BMS mentioned that the collaboration is to support data sharing, transparency and disclosure of clinical trial information available for scientific research and will include protocols, full clinical study reports (CSR) and de-identified patient-level data and study-level data for medicines and indications approved in the US and/or Europe for trials completed after January 2008.

"Bristol-Myers Squibb's collaboration with DCRI reflects our commitment to providing broader, more timely access to important clinical trial information and serves as a catalyst to strengthening public confidence in medicines, advancing science and improving public health," said Mr Francis Cuss, executive vice president and chief scientific officer, Bristol-Myers Squibb.

"This program is a great leap forward for open science and is highly consistent with the DCRI's mission to develop and share knowledge that improves the care of patients around the world through innovative clinical research," said Mr Eric Peterson, executive director, DCRI.
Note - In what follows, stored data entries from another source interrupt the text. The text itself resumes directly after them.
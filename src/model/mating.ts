// Mating: where both sexes are followed, which of them must meet for births, and by which function.
import type { SpecPath } from '../spec/document.ts';
import type { BreedingSpec } from '../spec/schema/spec.ts';
import type { BirthSections } from './birth-sections.ts';
import { classMask, fail, type Context } from './context.ts';
import type { Mating, RateTable, Sex } from './model.ts';

type MatingSpec = NonNullable<BreedingSpec['mating']>;

/** Null where the sexes are not told apart, and after telling what is missing. */
export function resolveMating(context: Context, sections: BirthSections, births: RateTable): Mating | null {
  const { mating, birthsPath } = sections;
  const path = [...sections.path, 'mating'];
  if (context.sexes === null) {
    if (mating !== undefined) {
      fail(context, 'sexes-shape', path, {
        message: 'Mating needs classes of both sexes',
        part: 'key',
        details: { expected: '`classes: { females: […], males: […] }` and `counts: both sexes`' },
      });
    }
    return null;
  }
  const breeding = bearing(context, births);
  refuseMales(context, breeding, birthsPath);
  if (mating === undefined) {
    fail(context, 'sexes-shape', birthsPath, {
      message: 'It is not said how births depend on the numbers of females and males',
      part: 'key',
      details: {
        expected:
          'such as `mating: { form: minimum, males: [bull], females-per-male: 4 }`, or `mating: { form: female-dominant }`',
      },
    });
    return null;
  }
  const females = mating.females === undefined ? breeding : classMask(context, mating.females, [...path, 'females']);
  const males = malesOf(context, mating, path);
  refuseOther(context, { mask: females, sex: 'female', path: [...path, 'females'] });
  refuseOther(context, { mask: males, sex: 'male', path: [...path, 'males'] });
  return { form: mating.form, females, males, femalesPerMale: perMale(context, mating, path) };
}

/** Classes that have births in some patch and year. */
function bearing({ classes }: Context, births: RateTable): Uint8Array {
  const mask = new Uint8Array(classes.length);
  for (const epoch of births.epochs) epoch.forEach((young, i) => young > 0 && (mask[i % classes.length] = 1));
  return mask;
}

function refuseMales(context: Context, breeding: Uint8Array, path: SpecPath): void {
  const c = context.classes.findIndex((_, i) => breeding[i] === 1 && context.sexes?.[i] === 'male');
  if (c < 0) return;
  fail(context, 'sexes-shape', path, {
    message: `\`${context.classes[c]}\` is a class of males and has births`,
    part: 'key',
    details: { fix: 'Give births to classes of females; `mating` says which males they need.' },
  });
}

function malesOf(context: Context, mating: MatingSpec, path: SpecPath): Uint8Array {
  if (mating.males !== undefined) return classMask(context, mating.males, [...path, 'males']);
  if (mating.form !== 'female-dominant') {
    fail(context, 'sexes-shape', path, {
      message: `The form \`${mating.form}\` needs \`males\``,
      part: 'key',
      details: { expected: 'the classes of males that mate, such as `males: [bull]`' },
    });
  }
  return new Uint8Array(context.classes.length);
}

interface Chosen {
  readonly mask: Uint8Array;
  readonly sex: Sex;
  readonly path: SpecPath;
}

function refuseOther(context: Context, { mask, sex, path }: Chosen): void {
  const c = context.classes.findIndex((_, i) => mask[i] === 1 && context.sexes?.[i] !== sex);
  if (c < 0) return;
  const message = `\`${context.classes[c]}\` is no class of ${sex}s`;
  fail(context, 'sexes-shape', path, { message, details: { expected: `classes of ${sex}s` } });
}

function perMale(context: Context, mating: MatingSpec, path: SpecPath): number {
  const at = [...path, 'females-per-male'];
  const value = context.numbers.value(mating['females-per-male'] ?? 1, at, { year: context.time.firstYear });
  if (value > 0 || Number.isNaN(value)) return value;
  fail(context, 'out-of-range', at, {
    message: `One male serves ${value} females`,
    details: { expected: 'a number above zero' },
  });
  return NaN;
}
Bristol-Myers Squibb will also publish CSR synopses at http://bms.com/clinical_trials/Pages/home.aspx for studies that support a product's marketing authorization application to the US Food and Drug Administration or the European Medicines Agency shortly after the regulatory approval of the product has been granted. The company has also committed to provide lay-language summaries of clinical trial results for patients who participated in clinical trials and wish to receive a summary of the aggregate study level results. Bristol-Myers Squibb is working with various industry groups and regulators to evaluate the most effective method to deliver this level of detail to patients.